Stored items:
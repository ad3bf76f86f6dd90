import type { Knex } from 'knex';

export async function up(knex: Knex): Promise<void> {
  await knex.raw(`
    alter table versions
      -- Whether the sheet saved it by itself after a pause; what was saved before was kept by hand.
      add column if not exists by_itself boolean not null default false
  `);
}

export async function down(knex: Knex): Promise<void> {
  await knex.raw('alter table versions drop column if exists by_itself');
}
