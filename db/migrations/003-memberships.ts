import type { Knex } from 'knex';

export async function up(knex: Knex): Promise<void> {
  await knex.raw(`
    create table if not exists memberships (
      workshop_id char(36) character set ascii collate ascii_bin not null,
      user_id char(36) character set ascii collate ascii_bin not null,
      role enum('admin', 'member') character set ascii not null,
      created_at datetime(3) not null default current_timestamp(3),
      primary key (workshop_id, user_id),
      key memberships_user (user_id),
      constraint memberships_workshop foreign key (workshop_id) references workshops (id) on delete cascade,
      constraint memberships_user foreign key (user_id) references users (id) on delete cascade
    ) engine = InnoDB default character set utf8mb4 collate utf8mb4_unicode_ci
  `);
}

export async function down(knex: Knex): Promise<void> {
  await knex.raw('drop table if exists memberships');
}
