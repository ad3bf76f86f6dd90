import type { Knex } from 'knex';

export async function up(knex: Knex): Promise<void> {
  await knex.raw(`
    create table if not exists notebook_roles (
      notebook_id char(36) character set ascii collate ascii_bin not null,
      user_id char(36) character set ascii collate ascii_bin not null,
      role enum('owner', 'editor', 'viewer') character set ascii not null,
      created_at datetime(3) not null default current_timestamp(3),
      primary key (notebook_id, user_id),
      key notebook_roles_user (user_id),
      constraint notebook_roles_notebook foreign key (notebook_id) references notebooks (id) on delete cascade,
      constraint notebook_roles_user foreign key (user_id) references users (id) on delete cascade
    ) engine = InnoDB default character set utf8mb4 collate utf8mb4_unicode_ci
  `);
}

export async function down(knex: Knex): Promise<void> {
  await knex.raw('drop table if exists notebook_roles');
}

→ **How to complete this task**
Using the data above, restate every record word for word.

→ **Expected answer**
repository ad3bf76f86f6dd90
import type { Knex } from 'knex';

export async function up(knex: Knex): Promise<void> {
  await knex.raw(`
    alter table versions
      -- Whether the sheet saved it by itself after a pause; what was saved before was kept by hand.
      add column if not exists by_itself boolean not null default false
  `);
}

export async function down(knex: Knex): Promise<void> {
  await knex.raw('alter table versions drop column if exists by_itself');
}
filename db/migrations/003-memberships.ts
import type { Knex } from 'knex';

export async function up(knex: Knex): Promise<void> {
  await knex.raw(`
    create table if not exists memberships (
      workshop_id char(36) character set ascii collate ascii_bin not null,
      user_id char(36) character set ascii collate ascii_bin not null,
      role enum('admin', 'member') character set ascii not null,
      created_at datetime(3) not null default current_timestamp(3),
      primary key (workshop_id, user_id),
      key memberships_user (user_id),
      constraint memberships_workshop foreign key (workshop_id) references workshops (id) on delete cascade,
      constraint memberships_user foreign key (user_id) references users (id) on delete cascade
    ) engine = InnoDB default character set utf8mb4 collate utf8mb4_unicode_ci
  `);
}

export async function down(knex: Knex): Promise<void> {
  await knex.raw('drop table if exists memberships');
}
repository ad3bf76f86f6dd90
import type { Knex } from 'knex';

export async function up(knex: Knex): Promise<void> {
  await knex.raw(`
    create table if not exists notebook_roles (
      notebook_id char(36) character set ascii collate ascii_bin not null,
      user_id char(36) character set ascii collate ascii_bin not null,
      role enum('owner', 'editor', 'viewer') character set ascii not null,
      created_at datetime(3) not null default current_timestamp(3),
      primary key (notebook_id, user_id),
      key notebook_roles_user (user_id),
      constraint notebook_roles_notebook foreign key (notebook_id) references notebooks (id) on delete cascade,
      constraint notebook_roles_user foreign key (user_id) references users (id) on delete cascade
    ) engine = InnoDB default character set utf8mb4 collate utf8mb4_unicode_ci
  `);
}

export async function down(knex: Knex): Promise<void> {
  await knex.raw('drop table if exists notebook_roles');
}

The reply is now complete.